A second, staggered arrangement is seen in the direction of flow Part of the channel openings over a fixed second Zu guide channel that ends on the housing wall of the adsorber wheel, z. B. with applied to the desorption stream.

The desorption stream can have a residual concentration of solvent point. The desorption can be thermal or by lowering the pressure take place, with both effects supporting each other. The desorption current is significantly smaller than the solvent air to be cleaned mix, so that the emerging desorption stream is significantly higher Concentration than the solvent-air mixture to be cleaned points.

The desorption stream occurs at a corresponding on the channel ends the second sub-area again and flows into a fixed two exhaust air duct, one on the housing wall of the adsorber wheel begins.

By rotating the adsorber wheel, the second partial area moves, through which the desorption stream enters the area of the first Partial area through which the solvent-air mixture to be cleaned flows in and out. The thermal de sorption heated zone in the area of the adsorption stream what must be prevented by cooling to enable adsorption.

Seen in the direction of rotation of the adsorber wheel lies between the part areas of desorption and adsorption of the cooling area. In Strö direction is seen via a third fixed feed channel that ends on the housing wall of the Adorber wheel, a third Partial area of the channel openings with a cold air or stick flow of material. At the channel ends of the third sub-area the air or nitrogen flow emerges and flows into one  standing third exhaust duct, which on the housing wall of the Ad sorberrads begins and usually with the first fixed Feed channel for the solvent-air mixture to be cleaned connected is.
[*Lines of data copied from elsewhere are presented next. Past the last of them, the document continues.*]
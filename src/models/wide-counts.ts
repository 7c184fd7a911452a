import type { Halving } from './symbol-runs.ts';

/**
 * Counts of one context over a large alphabet, with sums found in O(log m) steps: the empty context of alphabets above
 * 256, where a run of thousands of symbols would be walked for every symbol.
 *
 * Two Fenwick trees, over the counts and over "seen at all". After {@link mark}, {@link restore} brings back the marked
 * counts at a cost that goes with the symbols that changed.
 *
 * Memory: 16 bytes a symbol of the alphabet, 8 more once marked.
 * Source: P. M. Fenwick, Software: Practice and Experience 24(3), 1994.
 */
export class WideCounts {
  readonly alphabetSize: number;
  readonly counts: Uint32Array;
  /** Sum of the counts. */
  sum = 0;
  /** Symbols with a count, or that had one before a halving. */
  distinct = 0;

  readonly #halving: Halving;
  readonly #seen: Uint8Array;
  readonly #countTree: Int32Array;
  readonly #seenTree: Int32Array;
  readonly #size: number;

  #marked = false;
  #markedCounts = new Uint32Array(0);
  #markedSeen = new Uint8Array(0);
  #changed = new Uint32Array(0);
  #changedCount = 0;
  readonly #isChanged: Uint8Array;

  constructor(alphabetSize: number, halving: Halving) {
    this.alphabetSize = alphabetSize;
    this.#halving = halving;
    this.counts = new Uint32Array(alphabetSize);
    this.#seen = new Uint8Array(alphabetSize);
    this.#isChanged = new Uint8Array(alphabetSize);
    let size = 1;
    while (size < alphabetSize) size *= 2;
    this.#size = size;
    this.#countTree = new Int32Array(size + 1);
    this.#seenTree = new Int32Array(size + 1);
  }

  clone(): WideCounts {
    const copy = new WideCounts(this.alphabetSize, this.#halving);
    copy.counts.set(this.counts);
    copy.#seen.set(this.#seen);
    copy.#countTree.set(this.#countTree);
    copy.#seenTree.set(this.#seenTree);
    copy.sum = this.sum;
    copy.distinct = this.distinct;
    return copy;
  }

  hasSeen(symbol: number): boolean {
    return this.#seen[symbol] === 1;
  }

  /** Sum of the counts of all smaller symbols. */
  sumBelow(symbol: number): number {
    return prefix(this.#countTree, symbol);
  }

  /** Number of smaller symbols that were seen. */
  seenBelow(symbol: number): number {
    return prefix(this.#seenTree, symbol);
  }

  /** The symbol whose interval of counts holds `target`, 0 ≤ target < sum. */
  atSum(target: number): number {
    return this.weighed(target, 1, 0);
  }

  /** The symbol never seen that has `rank` such symbols below it. */
  unseenAt(rank: number): number {
    const tree = this.#seenTree;
    let at = 0;
    let left = rank;
    for (let step = this.#size; step > 0; step >>>= 1) {
      if (at + step > this.alphabetSize) continue;
      const unseen = step - tree[at + step];
      if (unseen <= left) {
        at += step;
        left -= unseen;
      }
    }
    return at;
  }

  /** The symbol that holds `target` where each weighs factor · count + base. */
  weighed(target: number, factor: number, base: number): number {
    const tree = this.#countTree;
    let at = 0;
    let left = target;
    for (let step = this.#size; step > 0; step >>>= 1) {
      if (at + step > this.alphabetSize) continue;
      const weight = factor * tree[at + step] + base * step;
      if (weight <= left) {
        at += step;
        left -= weight;
      }
    }
    return at;
  }

  /** Adds one to a symbol's count. */
  increment(symbol: number): void {
    this.#note(symbol);
    if (this.#seen[symbol] === 0) {
      this.#seen[symbol] = 1;
      this.distinct++;
      change(this.#seenTree, symbol, 1);
    }
    this.counts[symbol]++;
    this.sum++;
    change(this.#countTree, symbol, 1);
  }

  /** Takes a symbol's count out of the sums for a moment; {@link putBack} undoes it. */
  takeOut(symbol: number): void {
    this.sum -= this.counts[symbol];
    change(this.#countTree, symbol, -this.counts[symbol]);
  }

  putBack(symbol: number): void {
    this.sum += this.counts[symbol];
    change(this.#countTree, symbol, this.counts[symbol]);
  }

  /** Halves all counts: c becomes ⌈c/2⌉ or ⌊c/2⌋. */
  halve(): void {
    const odd = this.#halving === 'up' ? 1 : 0;
    const tree = this.#countTree;
    tree.fill(0);
    this.sum = 0;
    for (let symbol = 0; symbol < this.alphabetSize; symbol++) {
      if (this.counts[symbol] === 0) continue;
      this.#note(symbol);
      const count = (this.counts[symbol] + odd) >>> 1;
      this.counts[symbol] = count;
      this.sum += count;
      tree[symbol + 1] = count;
    }
    for (let i = 1; i <= this.#size; i++) {
      const up = i + (i & -i);
      if (up <= this.#size) tree[up] += tree[i];
    }
  }

  /** Makes the present counts the ones that {@link restore} returns to. */
  mark(): void {
    this.#marked = true;
    this.#markedCounts = this.counts.slice();
    this.#markedSeen = this.#seen.slice();
    this.#changed = new Uint32Array(this.alphabetSize);
    this.#isChanged.fill(0);
    this.#changedCount = 0;
  }

  restore(): void {
    for (let i = 0; i < this.#changedCount; i++) {
      const symbol = this.#changed[i];
      this.#isChanged[symbol] = 0;
      const difference = this.#markedCounts[symbol] - this.counts[symbol];
      if (difference !== 0) {
        this.counts[symbol] += difference;
        this.sum += difference;
        change(this.#countTree, symbol, difference);
      }
      if (this.#seen[symbol] !== this.#markedSeen[symbol]) {
        this.#seen[symbol] = 0;
        this.distinct--;
        change(this.#seenTree, symbol, -1);
      }
    }
    this.#changedCount = 0;
  }

  #note(symbol: number): void {
    if (!this.#marked || this.#isChanged[symbol] === 1) return;
    this.#isChanged[symbol] = 1;
    this.#changed[this.#changedCount++] = symbol;
  }
}

function prefix(tree: Int32Array, symbol: number): number {
  let sum = 0;
  for (let i = symbol; i > 0; i &= i - 1) sum += tree[i];
  return sum;
}

function change(tree: Int32Array, symbol: number, by: number): void {
  for (let i = symbol + 1; i < tree.length; i += i & -i) tree[i] += by;
}
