import type { Encoder, Setup } from './contract.ts';
import { type DraftWords, WordDraft } from './fill-drafts.ts';
import { fillingEncoder } from './fill-messages.ts';
import { startMean } from './integer-encoder.ts';
import type { IntegerFamily } from './integer-family.ts';
import { integerTables } from './integer-tables.ts';

/**
 * An encoder that fills messages with words of a family; undefined where each message is sent its own parameter, which
 * more symbols may change, or where the mean runs on from message to message.
 * @param given  the parameter, where the candidate gives it
 */
export function integerFiller(
  family: IntegerFamily,
  setup: Setup,
  given: number | undefined,
): Encoder | undefined {
  const words = draftWords(family, setup, given);
  return words === undefined ? undefined : fillingEncoder(setup, new WordDraft(setup, words));
}

function draftWords(
  family: IntegerFamily,
  setup: Setup,
  given: number | undefined,
): DraftWords | undefined {
  if (given === undefined && setup.policy === 'sent') return undefined;
  if (given === undefined && (setup.policy === 'learned' || setup.policy === 'primed')) {
    if (setup.reset !== 'message') return undefined;
    const mean = startMean(family, setup);
    return {
      encode: (writer, symbols, from, to) => family.encodeAdaptive(writer, symbols, from, to, mean),
      restart: () => mean.restart(),
    };
  }
  const parameter = given ?? integerTables(family, setup).parameter;
  return {
    encode: (writer, symbols, from, to) => family.encode(writer, symbols, from, to, parameter),
  };
}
The first, second and third point in the direction of rotation Channels spacing on. These gaps make no contribution for adsorption, desorption and cooling and ultimately only enlarge the construction volume. The density of the active installed in the adsorber wheel The amount of coal is relatively small due to the channel structure, so that too the amount of solvent adsorbed based on the volume is small. This inevitably means that for a particular Construction volume of the adsorber wheel or for a specific installed one Activated carbon the input concentration of the solution to be cleaned medium-air mixture is capped if a given Residual concentration in the clean gas is to be achieved.

Due to the design, the rotating adsorber wheel in the housing Split, so that it is inevitable that due to the leak part of the adsorption stream was on the desorption side reaches and vice versa. This is undesirable because of the scratching hedging effect is reduced. In addition to this type of thermal desorption requires substantial amounts of energy, which in part however, can be reduced again via heat exchangers.

Since the adsorption and desorption times i. Usually different are, there is a size for the adsorber wheel, which is essential is greater than is necessary for the sole absorption of the solvent would be what makes the cost increase unnecessarily.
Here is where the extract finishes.